START DATA FOR ANALYSIS

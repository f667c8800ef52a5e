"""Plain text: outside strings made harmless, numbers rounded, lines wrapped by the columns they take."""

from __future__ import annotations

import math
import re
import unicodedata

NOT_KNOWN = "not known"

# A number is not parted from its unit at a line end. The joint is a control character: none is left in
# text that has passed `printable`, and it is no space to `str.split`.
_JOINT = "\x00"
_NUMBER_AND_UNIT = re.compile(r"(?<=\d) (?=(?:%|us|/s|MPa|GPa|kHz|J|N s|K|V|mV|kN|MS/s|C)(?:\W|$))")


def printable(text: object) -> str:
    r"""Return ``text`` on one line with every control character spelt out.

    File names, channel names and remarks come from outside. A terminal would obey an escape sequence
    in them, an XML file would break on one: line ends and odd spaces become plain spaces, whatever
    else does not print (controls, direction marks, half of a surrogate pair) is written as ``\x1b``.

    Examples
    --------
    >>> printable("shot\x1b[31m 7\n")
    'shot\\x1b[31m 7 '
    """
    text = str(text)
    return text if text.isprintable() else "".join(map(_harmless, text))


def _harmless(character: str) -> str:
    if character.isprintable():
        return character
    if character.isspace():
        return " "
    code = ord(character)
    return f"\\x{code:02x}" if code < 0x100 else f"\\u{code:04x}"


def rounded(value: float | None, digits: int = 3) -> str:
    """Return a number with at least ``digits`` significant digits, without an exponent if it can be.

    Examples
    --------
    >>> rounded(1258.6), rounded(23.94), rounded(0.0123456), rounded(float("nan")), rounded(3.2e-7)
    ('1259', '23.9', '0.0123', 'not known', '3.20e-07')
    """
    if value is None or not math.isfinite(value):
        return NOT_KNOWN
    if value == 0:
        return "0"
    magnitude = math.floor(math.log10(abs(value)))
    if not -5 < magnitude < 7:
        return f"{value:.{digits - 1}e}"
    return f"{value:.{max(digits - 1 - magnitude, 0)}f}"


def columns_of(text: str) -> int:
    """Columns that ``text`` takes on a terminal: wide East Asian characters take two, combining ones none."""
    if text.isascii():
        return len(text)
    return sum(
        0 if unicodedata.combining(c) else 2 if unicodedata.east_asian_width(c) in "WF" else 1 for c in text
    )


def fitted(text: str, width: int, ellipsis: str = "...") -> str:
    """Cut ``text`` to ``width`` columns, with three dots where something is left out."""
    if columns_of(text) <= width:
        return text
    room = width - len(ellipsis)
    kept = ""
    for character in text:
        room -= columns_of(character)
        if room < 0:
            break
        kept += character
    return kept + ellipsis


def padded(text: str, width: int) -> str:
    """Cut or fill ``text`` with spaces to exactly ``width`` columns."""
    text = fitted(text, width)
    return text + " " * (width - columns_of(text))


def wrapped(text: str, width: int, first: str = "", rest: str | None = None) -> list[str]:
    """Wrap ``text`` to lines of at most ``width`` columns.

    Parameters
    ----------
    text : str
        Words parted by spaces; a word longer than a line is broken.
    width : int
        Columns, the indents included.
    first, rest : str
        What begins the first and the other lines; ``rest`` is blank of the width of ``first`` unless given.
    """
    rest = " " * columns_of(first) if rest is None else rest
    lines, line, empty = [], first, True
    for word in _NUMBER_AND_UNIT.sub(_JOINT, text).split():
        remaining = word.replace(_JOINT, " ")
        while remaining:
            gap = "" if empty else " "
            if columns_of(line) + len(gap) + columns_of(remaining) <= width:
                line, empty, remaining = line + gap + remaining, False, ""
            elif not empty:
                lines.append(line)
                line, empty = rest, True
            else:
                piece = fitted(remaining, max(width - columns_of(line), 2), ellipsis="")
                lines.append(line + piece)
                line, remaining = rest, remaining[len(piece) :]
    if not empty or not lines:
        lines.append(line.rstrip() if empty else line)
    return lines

END DATA FOR ANALYSIS

PROBLEM DESCRIPTION: Figure out the number of lines above in which the string "import" appears. Only the number should be given.

ANSWER TO THE PROBLEM: 4